» **Exercise description**
Your answer should be the exact lines of the data below from the one containing "key = _key(args)" through the one containing "def _key(args: Namespace)"; please include nothing else.

_ _ _ _

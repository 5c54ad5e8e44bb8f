"""``nightfold fit --again``: kept fits whose data have changed, done again as they were."""

from __future__ import annotations

import math
import sys
from argparse import Action, ArgumentParser, Namespace
from collections.abc import Sequence
from itertools import zip_longest
from typing import TYPE_CHECKING, Any

from nightfold.concise import NOT_DETERMINED
from nightfold_cli.estimates import plain_rows, unit_text, value_text
from nightfold_cli.failures import UsageError
from nightfold_cli.keptfits import kept_entry, named_fits, relative_lines, slice_lines
from nightfold_cli.layout import Column, Row
from nightfold_cli.naming import named_scan
from nightfold_cli.opening import opened
from nightfold_cli.progress import Progress
from nightfold_cli.render import Screen
from nightfold_cli.scantext import counted
from nightfold_cli.settings import setting

if TYPE_CHECKING:
    from nightfold.fits.again import Refit
    from nightfold.fits.keptfit import KeptEstimate, KeptFit
    from nightfold.store import Store

_BACKGROUND = ("offset", "slope")
_NOTHING = "no kept fit is stale: nothing to do again"


class _Again(Action):
    """The option that stands in place of the scan and the models; once it is given they are not asked for."""

    def __init__(
        self, option_strings: Sequence[str], dest: str, instead: Sequence[Action], **kwargs: Any
    ) -> None:
        super().__init__(option_strings, dest, nargs="?", default=None, **kwargs)
        self.instead = instead

    def __call__(
        self, parser: ArgumentParser, namespace: Namespace, values: Any, option_string: str | None = None
    ) -> None:
        """Keep the key, the empty text for all."""
        setattr(namespace, self.dest, values or "")
        for action in self.instead:
            action.required = False


def add_again(parser: ArgumentParser, key: Action, models: Action) -> None:
    """Declare the option."""
    indent = " " * len("usage: ")
    parser.usage = f"{parser.prog} KEY MODEL [MODEL ...] [option ...]\n{indent}{parser.prog} --again [KEY]"
    parser.add_argument(
        "--again",
        action=_Again,
        instead=(key, models),
        metavar="KEY",
        help="do kept fits again whose data have changed, of this scan or of all; takes no MODEL",
    )


def fit_again(args: Namespace, screen: Screen) -> int:
    """Do stale fits again, and show what they were and are."""
    key = _key(args)
    with opened(args, screen) as store:
        scan = None if key is None else named_scan(store, key, screen)
        with Progress("fitting again", 0, sys.stderr):
            done = store.refit(scan.id if scan else None)
        pairs = _named(store, done)
    if screen.json:
        screen.answer({
            "fits": [
                {**kept_entry(after), "before": kept_entry(before) if before else None}
                for before, after, left in pairs
                if after is not None
            ],
            "left": [
                {**kept_entry(before), "reason": left} for before, _, left in pairs if before and left is not None
            ],
        })  # fmt: skip
    elif screen.terminal:
        _draw(screen, pairs)
    else:
        _tabulate(screen, pairs)
    return 0


_Pair = tuple["KeptFit | None", "KeptFit | None", "str | None"]


def _key(args: Namespace) -> str | None:
    """Return the scan whose fits are done again, None for all.

    Raises
    ------
    UsageError
        If models or options of a new fit are given too.
    """
    words = [word for word in (args.again, args.key, *(args.models or ())) if word]
    if len(words) > 1:
        raise UsageError(
            f"--again: found {' and '.join(words)}, wanted one scan at most, and no model: "
            "kept fits are done again as they were"
        )
    options = {
        "-o": args.observable, "--along": args.along, "--background": args.background, "--plain": args.plain,
        "--fixed": args.fixed, "--start": args.start, "--no-keep": args.no_keep,
        "--figure": args.figure, "--estimate": args.estimate,
        "--relative-to": getattr(args, "relative_to", None),
    }  # fmt: skip
    given = [name for name, value in options.items() if value]
    if given:
        raise UsageError(f"--again: kept fits are done again as they were; {given[0]} is for new ones")
    return words[0] if words else None


def _named(store: Store, done: Sequence[Refit]) -> list[_Pair]:
    """Return what was and is, each with the name that its scan goes by, and why it was left."""
    every = [fit for one in done for fit in (one.before, one.after) if fit is not None]
    names = {fit.id: fit for fit in named_fits(store, every)}
    return [
        (
            names[one.before.id] if one.before else None,
            names[one.after.id] if one.after else None,
            one.left,
        )
        for one in done
    ]


def _draw(screen: Screen, pairs: Sequence[_Pair]) -> None:
    """Draw a line an estimate, and say what was left."""
    if not pairs:
        screen.text(_NOTHING)
        return
    done = [(before, after) for before, after, _ in pairs if after is not None]
    if done:
        screen.heading(f"{counted(len(done), 'fit')} done again")
        columns = [
            Column("fit", wraps=True),
            Column("estimate", wraps=True),
            Column("before", right=True),
            Column("now", right=True),
            Column("unit", spare=1),
            Column("moved by", right=True),
        ]
        screen.table(columns, [row for before, after in done for row in _rows(before, after)][:-1], empty="")
        screen.note("moved by: in units of the stderr that the fit had before")
    doubted = [after for _, after in done if not after.trusted]
    if doubted:
        screen.heading(f"DO NOT TRUST {len(doubted)} of {len(done)}")
        for fit in doubted:
            screen.item(_title(fit), ", ".join(item.code for item in fit.warnings if not item.advisory))
    left = [(before, why) for before, _, why in pairs if before is not None and why is not None]
    if left:
        screen.heading(f"{counted(len(left), 'fit')} left as {'it was' if len(left) == 1 else 'they were'}")
        for before, why in left:
            screen.item(_title(before), why)


def _rows(before: KeptFit | None, after: KeptFit) -> list[Row]:
    """Return a line an estimate, beside them what was fitted, and an empty line below."""
    heads = [after.scan_key, after.model, after.observable, *relative_lines(after), *slice_lines(after)]
    rows: list[Row] = []
    for head, name in zip_longest(heads, _primary(after), fillvalue=""):
        if not name:
            rows.append([head, "", "", "", "", ""])
            continue
        unit = unit_text(after.estimates[name], fixed=after.estimates[name].fixed)
        rows.append(
            [head, name, _value(before, name), _value(after, name), unit, _moved(before, after, name)]
        )
    return [*rows, [""] * 6]


def _title(fit: KeptFit) -> str:
    """Return what was fitted, in a line."""
    where = "".join(f", {line}" for line in (*relative_lines(fit), *slice_lines(fit)))
    return f"{fit.scan_key}, {fit.model} of {fit.observable}{where}"


def _tabulate(screen: Screen, pairs: Sequence[_Pair]) -> None:
    """Write a line an estimate, for programs; what was left goes to stderr."""
    heads = (
        *("fit", "scan", "model", "observable", "along", "slice", "estimate"),
        *("value", "stderr", "unit", "low95", "high95", "before", "before_stderr", "trusted"),
    )
    rows: list[Row] = []
    for before, after, why in pairs:
        if after is None:
            if before is not None:
                screen.say(f"left: fit {before.id}, {before.model} of {before.scan_key}: {why}")
            continue
        for row in plain_rows(after.estimates):
            old = before.estimates.get(str(row[0])) if before else None
            was = [repr(old.value), repr(old.stderr)] if old else ["", ""]
            where = ", ".join(slice_lines(after))
            own = [str(after.id), after.scan_key, after.model, after.observable, after.along, where]
            rows.append([*own, *row, *was, setting(after.trusted)])
    screen.table([Column(head) for head in heads], rows, empty=_NOTHING)


def _primary(fit: KeptFit) -> list[str]:
    """Return the estimates that are not held and not of the background; all, where there are no others."""
    names = [name for name, value in fit.estimates.items() if not value.fixed and name not in _BACKGROUND]
    return names or list(fit.estimates)


def _value(fit: KeptFit | None, name: str) -> str:
    """Return an estimate of a fit with its stderr, if it has it."""
    estimate = _of(fit, name)
    if estimate is None:
        return "-"
    return value_text(estimate, fixed=estimate.fixed)


def _of(fit: KeptFit | None, name: str) -> KeptEstimate | None:
    return fit.estimates.get(name) if fit is not None else None


def _moved(before: KeptFit | None, after: KeptFit, name: str) -> str:
    """Return by how much an estimate moved, in units of the stderr it had."""
    old, new = _of(before, name), after.estimates[name]
    if old is not None and NOT_DETERMINED in (_value(before, name), _value(after, name)):
        return ""
    if old is None or not (
        old.stderr > 0 and math.isfinite(old.stderr) and math.isfinite(new.value - old.value)
    ):
        return "-"
    moved = f"{(new.value - old.value) / old.stderr:+.1f}"
    return "0.0" if moved in ("+0.0", "-0.0") else moved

_ _ _ _

» **Exercise response**
    key = _key(args)
    with opened(args, screen) as store:
        scan = None if key is None else named_scan(store, key, screen)
        with Progress("fitting again", 0, sys.stderr):
            done = store.refit(scan.id if scan else None)
        pairs = _named(store, done)
    if screen.json:
        screen.answer({
            "fits": [
                {**kept_entry(after), "before": kept_entry(before) if before else None}
                for before, after, left in pairs
                if after is not None
            ],
            "left": [
                {**kept_entry(before), "reason": left} for before, _, left in pairs if before and left is not None
            ],
        })  # fmt: skip
    elif screen.terminal:
        _draw(screen, pairs)
    else:
        _tabulate(screen, pairs)
    return 0


_Pair = tuple["KeptFit | None", "KeptFit | None", "str | None"]


def _key(args: Namespace) -> str | None:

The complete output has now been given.